Input material ::
<<<<

import { computeAirYear, FIGURES, markerKeyOf, type Phenomenon, STARS } from '#shared/sky/index.js';
import { modelDays } from '#shared/sky/air/model-year.js';
import { calibrationOf } from '#shared/sky/look/calibration.js';
import { phenomenonInYear } from '#shared/sky/markers/phenomenon-in-year.js';
import { airAtPlace } from '#shared/sky/visibility/air.js';
import { settingsWith, siteAt } from '#tests/support/sky/builders.js';
import { markerAt } from '#tests/support/sky/marker.js';

/**
 * The model of visibility in ordinary air against the three-class rule, for the figures and the stars of the first class
 * on flat ground at sea level. Positive: the model sees the star on fewer days than the rule.
 */
const LATITUDES_DEG = [-30, 0, 15, 40];
const YEAR = 2027;
const MARKERS = [
  ...FIGURES.map((figure) => figure.key),
  ...STARS.filter((star) => star.vMag < 1.65).map((star) => markerKeyOf(star.hr)),
];
/** First days come later where more dark is asked for, last days earlier. */
const SIGN: Readonly<Record<Phenomenon, 1 | -1>> = {
  'heliacal-rising': 1,
  'cosmical-setting': 1,
  'acronychal-rising': -1,
  'heliacal-setting': -1,
};

/** Days of the model minus days of the rule, first and last days of either side. */
export function modelAgainstRuleDays(): { sameSide: number[]; oppositeSide: number[] } {
  const years = LATITUDES_DEG.flatMap((latitudeDeg) =>
    MARKERS.map((markerKey) => computeAirYear(markerKey, siteAt(latitudeDeg), settingsWith(), YEAR)),
  );
  const days = (phenomena: readonly Phenomenon[]): number[] =>
    years.flatMap((year) =>
      phenomena.flatMap((phenomenon) => {
        const [occurrence] = year.phenomena[phenomenon].occurrences;
        const model = occurrence?.byModel.ordinary;
        return occurrence?.rule && model
          ? [SIGN[phenomenon] * (model.dayNumber - occurrence.rule.expected.dayNumber)]
          : [];
      }),
    );
  return {
    sameSide: days(['heliacal-rising', 'heliacal-setting']),
    oppositeSide: days(['cosmical-setting', 'acronychal-rising']),
  };
}

/**
 * The model once it is set by the day of one end (the zero point of "where to look"), at the other end, which had no part
 * in setting it: by first mornings, at last evenings. Positive as above.
 */
export function setModelAgainstRuleDays(): number[] {
  return LATITUDES_DEG.flatMap((latitudeDeg) =>
    MARKERS.flatMap((markerKey) => {
      const site = siteAt(latitudeDeg);
      const marker = markerAt(markerKey, site, YEAR);
      const [rising] = phenomenonInYear(marker, 'heliacal-rising').occurrences;
      const [setting] = phenomenonInYear(marker, 'heliacal-setting').occurrences;
      if (!rising || !setting) return [];
      const set = calibrationOf(marker, site, rising.expected.dayNumber, 'dawn');
      if (set.by !== 'model') return [];
      // An eye that is keener by so much sees the star as one that is brighter by so much.
      const seen = { ...marker, marker: { ...marker.marker, vMag: marker.marker.vMag - set.offsetMag } };
      const [day] = modelDays(seen, 'heliacal-setting', (month) => airAtPlace(site, month, 'ordinary'));
      return day === undefined ? [] : [SIGN['heliacal-setting'] * (day - setting.expected.dayNumber)];
    }),
  );
}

>>>>

Within the preceding material, tally each line that holds the word "sees". Write down only the total.

Answer section :: 2